All I can think of about the random cup is its a good thing it wasnt a chew spit cup :O>>: thats would have even been funnier


----------



## Critter (Mar 20, 2010)

For the price of a ticket and a large coke perhaps two guys were doing the buddy system. One got to watch the first quarter and some of the second along with having half of his share of the coke. He then went outside and gave the ticket stub to his buddy who paid most of the cost and then he came in, got the rest of the game and soda. 

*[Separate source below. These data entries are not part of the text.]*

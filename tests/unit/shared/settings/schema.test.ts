import { readFileSync } from 'node:fs'
import { describe, expect, it } from 'vitest'
import { exampleFiles, pressExample } from '../../../../shared/settings/examples'
import { setupFieldNames, setupFields } from '../../../../shared/settings/fields'
import { moveFieldNames } from '../../../../shared/settings/move-fields'
import { readJson } from '../../../../shared/settings/json-reader'
import { settingsInput, settingsJsonSchema } from '../../../../shared/settings/schema'
import { writeJson } from '../../../../shared/settings/write-json'

const folder = new URL('../../../../fixtures/settings/', import.meta.url)
const cases = JSON.parse(readFileSync(new URL('cases.json', folder), 'utf8')) as readonly { readonly file: string, readonly contentHash?: string }[]

/** A part of the schema by its keys. */
const part = (...keys: string[]) => keys.reduce<unknown>((node, key) => (node as Readonly<Record<string, unknown>>)[key], settingsJsonSchema())

describe('the zod schema', () => {
  it('takes every file that is read, unless rounding alone brings a number into its range', () => {
    for (const each of cases.filter(one => one.contentHash && one.file.startsWith('json/') && one.file !== 'json/rounding.json')) {
      const text = readFileSync(new URL(each.file, folder), 'utf8').replace(/^\ufeff/, '')
      expect(settingsInput.safeParse(JSON.parse(text)).error?.issues, each.file).toBeUndefined()
    }
    for (const file of exampleFiles) expect(settingsInput.parse(JSON.parse(writeJson(file)))).toEqual(file)
  })

  it('refuses nothing in the press example that the reader takes, key by key', () => {
    const file = JSON.parse(writeJson(pressExample)) as Record<string, unknown>
    for (const key of ['setup', 'zones', 'moves', 'extra', 'readings', 'note', 'exportedBy']) {
      for (const value of [null, undefined]) {
        const text = JSON.stringify({ ...file, [key]: value })
        expect(settingsInput.safeParse(JSON.parse(text)).success).toBe(readJson(text).ok)
      }
    }
  })

  it.each([
    ['a missing serial', { unit: { model: 'HL40-200V' } }], ['another schema', { schema: 'witnessmark.axis-settings/2' }], ['an unknown key', { colour: 'red' }], ['an unknown setup field', { setup: { softlimitmax: 180 } }],
    ['a number in quotes', { setup: { softLimitMax: '180' } }], ['a word that is none', { setup: { homingMethod: 'hardstop' } }], ['a row number out of range', { zones: [{ zone: 33, from: 1, to: 2 }] }],
    ['a row without its target', { moves: [{ move: 0, kind: 'absolute', speed: 1, acceleration: 1 }] }], ['a speed below zero', { moves: [{ move: 0, kind: 'absolute', target: 0, speed: -1, acceleration: 1 }] }],
    ['33 zones', { zones: Array.from({ length: 33 }, (_, index) => ({ zone: index, from: 0, to: 1 })) }], ['a list in extra', { extra: { K: [1] } }], ['a label of 41 letters', { moves: [{ move: 0, label: 'a'.repeat(41), kind: 'absolute', target: 0, speed: 1, acceleration: 1 }] }],
  ])('refuses %s, as the reader does', (_, change) => {
    const text = JSON.stringify({ ...JSON.parse(writeJson(pressExample)) as object, ...change })
    expect(settingsInput.safeParse(JSON.parse(text)).success).toBe(false)
    expect(readJson(text).ok).toBe(false)
  })
})

/* Borders of the published shape, each from both sides. A program that is held against it must not be surprised by the reader. */
describe('the borders of the shape', () => {
  const whole = JSON.parse(writeJson(pressExample)) as Readonly<Record<string, object>>
  const takes = (change: object) => settingsInput.safeParse({ ...whole, ...change }).success
  const row = { move: 0, kind: 'absolute', target: 0, speed: 1, acceleration: 1 }

  it.each([
    ['jogSpeed', [0, 1e9], [-0.000001, 1000000000.1]], ['softLimitMin', [-1e9, 1e9], [-1000000000.1, 1000000000.1]], ['modulo', [0.000001], [0]],
    ['mountingAngle', [-90, 90], [-90.000001, 90.000001]], ['selectInputs', [0, 10], [11, -1, 0.5]], ['nodeAddress', [0, 65535], [65536, 1.5]],
    ['velocityGain', [-5, 1e30, 1e-30], ['5', true]], ['brakeFitted', [true, false], ['true', 1]], ['positiveDirection', ['extend', 'clockwise'], ['up']],
  ])('of %s', (name, taken, refused) => {
    for (const value of taken) expect(takes({ setup: { [name]: value } }), String(value)).toBe(true)
    for (const value of refused) expect(takes({ setup: { [name]: value } }), String(value)).toBe(false)
    for (const value of [null, '']) expect(takes({ setup: { [name]: value } }), String(value)).toBe(true)
  })

  it.each([
    ['move', [0, 1023], [-1, 1024, 0.5]], ['speed', [0, 1e9], [-1]], ['window', [0], [-0.1]], ['next', [0, 1023], [1024, -1]], ['dwell', [0], [-1]],
    ['label', ['a', 'ä'.repeat(40)], ['a'.repeat(41)]], ['comment', ['a'.repeat(200)], ['a'.repeat(201)]], ['turn', ['signed', 'shortest'], ['left']],
  ])('of %s of a move', (name, taken, refused) => {
    for (const value of taken) expect(takes({ moves: [{ ...row, [name]: value }] }), String(value)).toBe(true)
    for (const value of refused) expect(takes({ moves: [{ ...row, [name]: value }] }), String(value)).toBe(false)
  })

  it('of a table: 32 zones and 1,024 moves', () => {
    const zones = (count: number) => Array.from({ length: count }, () => ({ zone: 1, from: 0, to: 1 }))
    const moves = (count: number) => Array.from({ length: count }, () => row)
    expect([takes({ zones: zones(32) }), takes({ zones: zones(33) }), takes({ moves: moves(1024) }), takes({ moves: moves(1025) })]).toEqual([true, false, true, false])
  })

  it('of an identity', () => {
    const unit = { serial: 'A1', model: 'HL40-200V' }
    for (const more of [{ channel: 0 }, { channel: 255 }, { firmware: 'x'.repeat(32) }, { actuatorSerial: '' }]) expect(takes({ unit: { ...unit, ...more } })).toBe(true)
    for (const more of [{ channel: 256 }, { channel: -1 }, { firmware: 'x'.repeat(33) }, { serial: 'A 1' }, { serial: '' }, { colour: 'red' }]) expect(takes({ unit: { ...unit, ...more } })).toBe(false)
  })

  it('of a value of the drive', () => {
    for (const value of [1e300, true, '', 'x'.repeat(256), { value: 1, unit: 'counts' }, null]) expect(takes({ extra: { K: value } }), JSON.stringify(value)).toBe(true)
    for (const value of ['x'.repeat(257), { value: 1 }, { value: 1, unit: '' }, { value: '1', unit: 'A' }, [1], {}]) expect(takes({ extra: { K: value } }), JSON.stringify(value)).toBe(false)
  })
})

describe('the published JSON Schema', () => {
  it('is draft 2020-12 and plain JSON', () => {
    const schema = settingsJsonSchema()
    expect(schema.$schema).toBe('https://json-schema.org/draft/2020-12/schema')
    expect(JSON.parse(JSON.stringify(schema))).toEqual(schema)
  })

  it('is strict wherever the format is', () => {
    expect(part('additionalProperties')).toBe(false)
    expect(part('properties', 'unit', 'additionalProperties')).toBe(false)
    expect(part('required')).toEqual(['schema', 'unit', 'exportedAt', 'axisKind'])
    expect(part('properties', 'unit', 'required')).toEqual(['serial', 'model'])
  })

  it('has every setup field with its words and unit', () => {
    const setup = (part('properties', 'setup', 'anyOf') as readonly Readonly<Record<string, unknown>>[])[0]
    expect(Object.keys(setup?.properties as object).sort()).toEqual([...setupFieldNames].sort())
    const text = JSON.stringify(setup)
    for (const name of setupFieldNames) expect(text).toContain(JSON.stringify(setupFields[name].help).slice(1, -1))
    expect(text).toContain('Unit: mm (linear), deg (rotary).')
    expect(text).toContain('Unit: kg·cm² (rotary).')
  })

  it('has every move field', () => {
    const moves = (part('properties', 'moves', 'anyOf') as readonly Readonly<Record<string, unknown>>[])[0]
    expect(moves?.maxItems).toBe(1024)
    const items = moves?.items as Readonly<Record<string, unknown>>
    expect(Object.keys(items.properties as object).sort()).toEqual([...moveFieldNames, 'move'].sort())
    expect(items.required).toEqual(['move', 'kind', 'target', 'speed', 'acceleration'])
  })
})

These are strange times. :mrgreen:


----------



## tye dye twins (Mar 8, 2011)

Duckking88 said:


> All I can think of about the random cup is its a good thing it wasnt a chew spit cup :O>>: thats would have even been funnier


I have seen that happen as a graveyard janitor at Jordan Common theater. My buddy thought he was gonna get a free beer, just chew spit. I LMAO! :lol:

We used to have a polociy. If it is candy and it was STILL WRAPPED AND INTACT why not go for it! We did have a few guys that would see a half a pizza left and would eat it. Never my twin and I.


----------



## jahan (Sep 7, 2007)

tye dye twins said:


> Duckking88 said:
> 
> 
> > All I can think of about the random cup is its a good thing it wasnt a chew spit cup :O>>: thats would have even been funnier
> ...


So you guys also worked at the same job? How does that work when you go in for an interview? Did you both interview at the same time and say this is a 2fer deal? :lol: I would be down for eating the wrapped stuff, hell I might even finish off a half eaten pizza.


----------



## Last Man Standing (Dec 7, 2011)

Hahaha I'm kind of surprised that's all you saw. I think jazz games rank pretty far up there on my list of places to witness bizarre people.


----------



## tye dye twins (Mar 8, 2011)

jahan said:


> tye dye twins said:
> 
> 
> > Duckking88 said:
> ...


Yes. He joined 1st. There was a $200 bonus if you got someone else to join up for graveyard janitor. Then the new guy got $200 as well if they stayed over 60 days. Ha $400 was nice for such a crappy job! We did find a box of Mrs. Fields Cookies once. Yep we all had one. We bent the rule that night!

The best was a couple that decided to "get busy" after the film in the top isles. Just a little comon sense would dictate that if there is still food on the ground and the lights are still on the janitors are coming eventually. My supervisior was with me and we just waited until they saw us 3 mins later. :lol: They were red as hell with embaressment as they passed by us.  I asked if we were gonna report them. My supervisor said "no" and I told him "then you are cleaning that row!"

We also had a guy that was going through the garbabges. He was getting the 3D glasses out of the trash to put them on his TV. He claimed he invented 3D glasses and that the military stole the invention from him. :shock:


----------